:: Task statement ::
Report every line of the entries that contains the word "number".

:: Stored data entries ::
----

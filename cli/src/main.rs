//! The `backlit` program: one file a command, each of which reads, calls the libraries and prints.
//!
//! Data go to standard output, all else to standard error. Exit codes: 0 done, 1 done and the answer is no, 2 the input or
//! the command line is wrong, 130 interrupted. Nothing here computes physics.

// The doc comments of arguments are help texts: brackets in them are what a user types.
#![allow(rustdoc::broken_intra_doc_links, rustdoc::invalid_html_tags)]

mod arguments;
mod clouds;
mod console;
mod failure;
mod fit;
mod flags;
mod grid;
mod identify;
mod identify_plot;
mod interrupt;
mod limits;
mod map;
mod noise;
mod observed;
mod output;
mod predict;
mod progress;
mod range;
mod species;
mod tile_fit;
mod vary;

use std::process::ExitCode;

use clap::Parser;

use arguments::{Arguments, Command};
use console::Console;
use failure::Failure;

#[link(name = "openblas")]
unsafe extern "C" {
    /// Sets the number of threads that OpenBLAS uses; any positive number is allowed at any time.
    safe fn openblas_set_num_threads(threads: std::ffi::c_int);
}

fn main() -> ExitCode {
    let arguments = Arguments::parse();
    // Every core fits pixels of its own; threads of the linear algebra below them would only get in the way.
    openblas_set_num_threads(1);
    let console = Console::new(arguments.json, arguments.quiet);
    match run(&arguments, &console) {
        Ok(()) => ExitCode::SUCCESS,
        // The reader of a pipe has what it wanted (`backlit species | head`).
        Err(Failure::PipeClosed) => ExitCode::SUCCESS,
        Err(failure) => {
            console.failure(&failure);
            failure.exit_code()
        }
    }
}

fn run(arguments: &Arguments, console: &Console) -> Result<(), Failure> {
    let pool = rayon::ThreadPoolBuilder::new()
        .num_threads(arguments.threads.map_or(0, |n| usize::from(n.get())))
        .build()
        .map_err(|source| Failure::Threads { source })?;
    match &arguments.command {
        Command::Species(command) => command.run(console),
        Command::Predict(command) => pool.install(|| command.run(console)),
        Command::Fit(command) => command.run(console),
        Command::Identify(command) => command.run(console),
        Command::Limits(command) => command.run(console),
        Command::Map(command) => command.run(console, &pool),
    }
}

----

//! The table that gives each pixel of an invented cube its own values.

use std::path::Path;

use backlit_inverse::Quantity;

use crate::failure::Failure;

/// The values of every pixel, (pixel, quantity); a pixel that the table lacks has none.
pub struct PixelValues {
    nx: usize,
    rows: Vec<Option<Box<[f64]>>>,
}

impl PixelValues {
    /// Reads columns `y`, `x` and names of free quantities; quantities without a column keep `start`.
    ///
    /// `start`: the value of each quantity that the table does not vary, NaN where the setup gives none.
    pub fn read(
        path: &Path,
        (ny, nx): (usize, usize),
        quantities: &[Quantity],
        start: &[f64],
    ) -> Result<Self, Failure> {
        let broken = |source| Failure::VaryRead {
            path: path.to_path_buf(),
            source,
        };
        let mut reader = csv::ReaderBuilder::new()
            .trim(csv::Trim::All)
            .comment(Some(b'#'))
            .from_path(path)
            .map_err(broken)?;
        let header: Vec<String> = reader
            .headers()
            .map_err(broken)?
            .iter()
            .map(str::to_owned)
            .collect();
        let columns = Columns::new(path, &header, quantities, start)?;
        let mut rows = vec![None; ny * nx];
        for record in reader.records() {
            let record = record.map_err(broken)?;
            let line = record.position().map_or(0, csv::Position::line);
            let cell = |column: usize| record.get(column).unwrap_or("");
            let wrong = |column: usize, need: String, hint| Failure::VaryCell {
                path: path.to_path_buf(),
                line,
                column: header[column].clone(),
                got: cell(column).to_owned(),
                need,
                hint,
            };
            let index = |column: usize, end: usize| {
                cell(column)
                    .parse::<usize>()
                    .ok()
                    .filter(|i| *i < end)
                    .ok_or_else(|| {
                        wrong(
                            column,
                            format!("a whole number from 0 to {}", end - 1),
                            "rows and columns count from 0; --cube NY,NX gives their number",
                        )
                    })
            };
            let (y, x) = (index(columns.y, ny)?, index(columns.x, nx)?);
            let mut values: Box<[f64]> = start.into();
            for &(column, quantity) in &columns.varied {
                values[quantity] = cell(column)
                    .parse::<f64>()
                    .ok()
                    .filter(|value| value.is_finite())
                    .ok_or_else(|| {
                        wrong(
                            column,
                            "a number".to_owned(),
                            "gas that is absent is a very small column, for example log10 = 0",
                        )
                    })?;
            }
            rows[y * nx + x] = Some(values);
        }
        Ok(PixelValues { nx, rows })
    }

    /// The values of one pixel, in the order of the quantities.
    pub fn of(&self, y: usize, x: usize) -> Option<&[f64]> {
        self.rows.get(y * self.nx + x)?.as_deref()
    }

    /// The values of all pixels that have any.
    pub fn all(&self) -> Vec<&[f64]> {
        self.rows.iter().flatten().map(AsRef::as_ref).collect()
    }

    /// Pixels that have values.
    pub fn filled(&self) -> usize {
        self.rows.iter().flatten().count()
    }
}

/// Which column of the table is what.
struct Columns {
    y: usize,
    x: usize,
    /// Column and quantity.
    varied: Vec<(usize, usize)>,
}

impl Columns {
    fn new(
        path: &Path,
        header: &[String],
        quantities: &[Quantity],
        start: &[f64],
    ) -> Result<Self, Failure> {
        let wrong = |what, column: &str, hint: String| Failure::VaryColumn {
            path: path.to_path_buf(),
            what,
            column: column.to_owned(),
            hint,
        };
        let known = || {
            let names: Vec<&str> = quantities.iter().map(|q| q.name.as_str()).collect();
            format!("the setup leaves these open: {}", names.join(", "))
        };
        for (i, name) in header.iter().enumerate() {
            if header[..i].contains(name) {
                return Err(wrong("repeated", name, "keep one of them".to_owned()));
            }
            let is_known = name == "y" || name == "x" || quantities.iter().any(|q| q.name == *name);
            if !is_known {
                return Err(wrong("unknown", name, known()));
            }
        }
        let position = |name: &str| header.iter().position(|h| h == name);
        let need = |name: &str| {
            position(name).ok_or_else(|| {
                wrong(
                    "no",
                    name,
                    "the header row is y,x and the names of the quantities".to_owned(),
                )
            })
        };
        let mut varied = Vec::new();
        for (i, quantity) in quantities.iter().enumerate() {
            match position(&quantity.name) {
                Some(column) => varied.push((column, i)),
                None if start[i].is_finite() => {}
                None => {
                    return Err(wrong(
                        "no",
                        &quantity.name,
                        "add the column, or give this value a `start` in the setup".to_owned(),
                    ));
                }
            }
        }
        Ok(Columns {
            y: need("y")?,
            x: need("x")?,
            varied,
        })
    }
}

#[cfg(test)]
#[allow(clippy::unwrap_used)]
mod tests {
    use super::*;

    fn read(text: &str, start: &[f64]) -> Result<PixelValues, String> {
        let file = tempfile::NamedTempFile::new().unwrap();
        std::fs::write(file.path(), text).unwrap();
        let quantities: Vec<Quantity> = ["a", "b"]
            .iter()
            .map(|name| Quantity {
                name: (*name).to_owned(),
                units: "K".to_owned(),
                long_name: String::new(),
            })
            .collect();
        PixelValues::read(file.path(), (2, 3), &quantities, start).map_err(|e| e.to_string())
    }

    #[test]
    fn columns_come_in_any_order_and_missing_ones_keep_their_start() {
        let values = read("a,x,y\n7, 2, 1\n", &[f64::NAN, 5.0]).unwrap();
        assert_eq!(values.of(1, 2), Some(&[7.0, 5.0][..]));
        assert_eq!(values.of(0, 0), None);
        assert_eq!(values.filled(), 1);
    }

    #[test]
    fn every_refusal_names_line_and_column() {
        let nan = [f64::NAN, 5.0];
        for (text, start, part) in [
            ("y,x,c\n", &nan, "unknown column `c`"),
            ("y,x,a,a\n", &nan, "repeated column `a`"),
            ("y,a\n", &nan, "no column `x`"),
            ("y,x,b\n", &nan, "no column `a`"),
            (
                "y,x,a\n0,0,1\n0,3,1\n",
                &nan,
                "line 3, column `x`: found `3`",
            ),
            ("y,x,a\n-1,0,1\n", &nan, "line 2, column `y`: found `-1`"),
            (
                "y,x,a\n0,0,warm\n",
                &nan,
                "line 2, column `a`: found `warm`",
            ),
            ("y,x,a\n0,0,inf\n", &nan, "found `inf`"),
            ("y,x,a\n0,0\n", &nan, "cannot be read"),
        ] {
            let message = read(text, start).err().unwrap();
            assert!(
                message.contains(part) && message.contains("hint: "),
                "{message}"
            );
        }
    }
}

----

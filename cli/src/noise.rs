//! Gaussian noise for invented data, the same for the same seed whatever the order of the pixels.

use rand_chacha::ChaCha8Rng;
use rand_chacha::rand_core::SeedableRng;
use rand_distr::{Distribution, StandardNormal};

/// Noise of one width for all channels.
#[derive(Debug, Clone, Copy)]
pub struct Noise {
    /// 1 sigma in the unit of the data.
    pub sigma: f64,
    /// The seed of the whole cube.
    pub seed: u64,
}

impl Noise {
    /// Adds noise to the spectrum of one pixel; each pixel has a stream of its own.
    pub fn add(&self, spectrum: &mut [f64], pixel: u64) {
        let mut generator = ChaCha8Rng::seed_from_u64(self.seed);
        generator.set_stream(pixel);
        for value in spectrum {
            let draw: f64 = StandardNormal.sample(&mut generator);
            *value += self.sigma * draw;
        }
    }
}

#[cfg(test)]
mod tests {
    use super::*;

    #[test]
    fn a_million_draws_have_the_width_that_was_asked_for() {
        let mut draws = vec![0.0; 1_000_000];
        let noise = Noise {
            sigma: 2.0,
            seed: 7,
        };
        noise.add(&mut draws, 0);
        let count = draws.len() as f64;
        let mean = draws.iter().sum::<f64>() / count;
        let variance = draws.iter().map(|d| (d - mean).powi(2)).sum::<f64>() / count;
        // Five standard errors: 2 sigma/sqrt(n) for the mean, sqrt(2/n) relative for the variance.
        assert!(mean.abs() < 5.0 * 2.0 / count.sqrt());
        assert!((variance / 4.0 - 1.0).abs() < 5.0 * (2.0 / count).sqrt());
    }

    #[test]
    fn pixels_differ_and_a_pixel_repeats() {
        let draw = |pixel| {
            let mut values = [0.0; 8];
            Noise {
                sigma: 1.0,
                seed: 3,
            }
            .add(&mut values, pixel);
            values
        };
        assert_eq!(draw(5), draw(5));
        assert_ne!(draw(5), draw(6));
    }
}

----

:: Task answer ::
    /// Sets the number of threads that OpenBLAS uses; any positive number is allowed at any time.
                            format!("a whole number from 0 to {}", end - 1),
                            "rows and columns count from 0; --cube NY,NX gives their number",
                            "a number".to_owned(),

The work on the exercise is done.